Assuming H5F_CLOSE_STRONG works, what's supposed to be happening when the finalizer for d tries to close it after the file is already closed? Maybe it's closing a newly created object instead?
That's an interesting theory, and might be the explanation. But it doesn't seem that this should be possible. See the code starting at plain.jl line 540. At least on my system, all this works (which of course might be why I can't reproduce the bug):
julia> using HDF5, JLD
julia> f = jldopen("/tmp/mydata.jld")
Julia data file version 0.0.1: /tmp/mydata.jld
julia> isvalid(f)
true
julia> names(f)
2-element ASCIIString Array:
"df"
"df2"
julia> d = f["df"]
HDF5 dataset: /df (file: /tmp/mydata.jld)
julia> close(f)
julia> f
Julia data file (closed): /tmp/mydata.jld
julia> d
HDF5 dataset (invalid)
julia> isvalid(d)
false
julia> f = jldopen("/tmp/mydata.jld")
Julia data file version 0.0.1: /tmp/mydata.jld
julia> d
HDF5 dataset (invalid)
julia> isvalid(f)
true
from hdf5.jl.
On my system (with libhdf5 1.8.9), it looks like the dataset's ID can get used for another dataset after the file is closed, so d
can go from valid -> invalid -> valid:
julia> using HDF5
julia> max_dim = int(10^6);
julia> fid = h5open("test.h5","w")
HDF5 data file: test.h5
julia> d = d_create(fid, "b", datatype(Float64), dataspace((max_dim,)))

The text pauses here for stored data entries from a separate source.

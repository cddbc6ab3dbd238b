using System;

namespace FamilyGen.Kernels;

/// <summary>What a generated family tells the library about itself. The exponent at parameters θ is
/// Σⱼ θⱼTⱼ(x) + log h(x), j = 0 … Count − 1; in every span of length Count + 1 the last entry belongs to log h, whose
/// coefficient is 1. Known values are fields of the implementing struct.</summary>
/// <remarks>Every function is evaluated about a reference point m as
/// f(x) = level + slope·(x − m) + residual, where the residual is written so that it does not cancel:
/// this is what keeps a normal law with mean 1e8 exact. A function without a smooth closed expression may have slope 0
/// and leave its whole difference f(x) − f(m) in the residual.</remarks>
public interface IKernel
{
    /// <summary>The number of sufficient statistics.</summary>
    static abstract int Count { get; }

    /// <summary>The names of the natural parameters, in declared order.</summary>
    static abstract ReadOnlySpan<string> NaturalNames { get; }

    /// <summary>The support, its pieces and its periodicity.</summary>
    Domain Domain { get; }

    /// <summary>The set of natural parameters, and which moments are finite.</summary>
    NaturalSet NaturalSet { get; }

    /// <summary>The values T₀(x) … T_{Count−1}(x), log h(x), each as an unevaluated sum value + remainder: the remainder
    /// holds what rounding took from an exact product such as x², and is 0 elsewhere.</summary>
    void Evaluate(in Point x, Span<double> value, Span<double> remainder);

    /// <summary>The slope that each function's expansion about m uses.</summary>
    void Slopes(in Point m, Span<double> slope);

    /// <summary>f(x) − f(m) − slope·(x − m) for each function.</summary>
    void Residuals(in Point m, in Point x, Span<double> residual);

    /// <summary>d/dx of the exponent Σ θⱼTⱼ(x) + log h(x), for numbers or for whole ranges of x inside one piece.
    /// <paramref name="piece"/> is a point of the same piece, by which conditions are decided. NaN (or an unbounded range)
    /// where an opaque function leaves it unknown.</summary>
    TNumber Derivative<TNumber>(ReadOnlySpan<double> theta, TNumber x, in Point piece)
        where TNumber : struct, IArithmetic<TNumber>;
}

/// <summary>A kernel whose natural parameters are functions η(φ) of trade parameters φ.</summary>
public interface ITradeKernel : IKernel
{
    /// <summary>The names of the trade parameters, in declared order.</summary>
    static abstract ReadOnlySpan<string> ParameterNames { get; }

    /// <summary>η(φ): natural from trade parameters, with derivatives when <typeparamref name="TNumber"/> carries them.</summary>
    void Natural<TNumber>(ReadOnlySpan<TNumber> parameters, Span<TNumber> theta)
        where TNumber : struct, IArithmetic<TNumber>;

    /// <summary>Trade parameters from natural ones where a closed inverse is known.</summary>
    /// <returns>False where there is none, or where θ lies outside the image of the trade parameters.</returns>
    bool TryParameters(ReadOnlySpan<double> theta, Span<double> parameters);

    /// <summary>The open range of each trade parameter (±∞ where unbounded), as far as its use in logarithms, powers and
    /// quotients states it.</summary>
    void ParameterRange(Span<double> lower, Span<double> upper);
}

HDF5 dataset: /b (file: test.h5)
julia> close(fid)
julia> isvalid(d)
false
julia> id = h5open("test.h5","w")
HDF5 data file: test.h5
julia> isvalid(d)
false
julia> d2 = d_create(fid, "b", datatype(Float64), dataspace((max_dim,)))

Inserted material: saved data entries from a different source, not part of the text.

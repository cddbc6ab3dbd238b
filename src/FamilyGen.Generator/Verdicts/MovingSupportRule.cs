using System.Collections.Generic;
using System.Linq;
using FamilyGen.Generator.Diagnostics;
using FamilyGen.Generator.Model;

namespace FamilyGen.Generator.Verdicts;

/// <summary>FG0101: a support whose member takes or reads a parameter. (A kernel that is −∞ on a side of the observation that
/// a parameter decides is found where the kernel is split into pieces.)</summary>
internal static class MovingSupportRule
{
    public static IEnumerable<Finding> Find(FamilyReading reading) => reading.Dependencies
        .Where(d => d.Kind == DependencyKind.Parameter && d.Role == MemberRole.Support)
        .GroupBy(d => (d.Member, d.Name))
        .Select(g => g.First())
        .Select(d => new Finding(DiagnosticIds.SupportOnParameter, d.Origin, EquatableArray.Of(d.Name, d.PathText)));
}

HDF5 dataset: /b (file: test.h5)
julia> isvalid(d)
true
julia> d.id
83886080
julia> d2.id
83886080
Unsurprisingly, if I set d = nothing
and trigger a gc()
, d2
becomes invalid. I think this is what's happening in the example above. On your system, I guess d
and d2
get different IDs in this case?
It seems like three possible fixes here are:
- Get HDF5 to return unique IDs, even after some IDs have been closed
- Check if the associated file is already closed before closing objects in finalizers (assuming the ID issue isn't also a problem for files themselves)
- Keep an array of WeakRefs to objects associated with each file, and set
o.toclose = false
on each when the file is closed
from hdf5.jl.
Good detective work! Certainly 2 and 3 are within our control (I'm less sure about 1). 2 seems like the easiest fix, since each object already maintains a link to the file---even if the IDs get repeated by HDF5, we can set the id of a closed PlainHDF5File to -1 or something and just check that.
Does that fix this bug?
from hdf5.jl.
I tried to fix this in cbbf24d, but it turns out the file IDs do repeat, and that's hard to deal with. While the fix in cbbf24d worked for plain HDF5 files, it broke closing JLD files on my system.
It then occurred to me that there is a serious issue with plain()
, which may or may not have been the cause of the breakage, but seems problematic in any case. If I create a dataset by calling
plainfile = plain(jldfile)
dset = d_create(plainfile)
(EDIT corrected code)
then dset.file
is plainfile
, not jldfile
. This means that the finalizer for dset
doesn't know if jldfile
has been closed. Moreover, the finalizer for jldfile
could potentially get called while dset
is still in scope, which probably never happens in jld.jl
, but seems unsafe. @timholy, is it reasonable to get rid of plain
and instead create differently named variants of the functions that currently require a PlainHDF5File
s that can operate on any HDF5File
?
from hdf5.jl.
Rather than hoping that HDF5 will give us a unique ID, why not count on the fact that the Julia objects will be different? As I suggested above, you could set fid.id = -1
in the file-close function and then have the dataset close function check dset.file.id != -1
(and skip closing if that turns out to be the case, because if it is -1
it means that it's already been closed via CLOSE_STRONG).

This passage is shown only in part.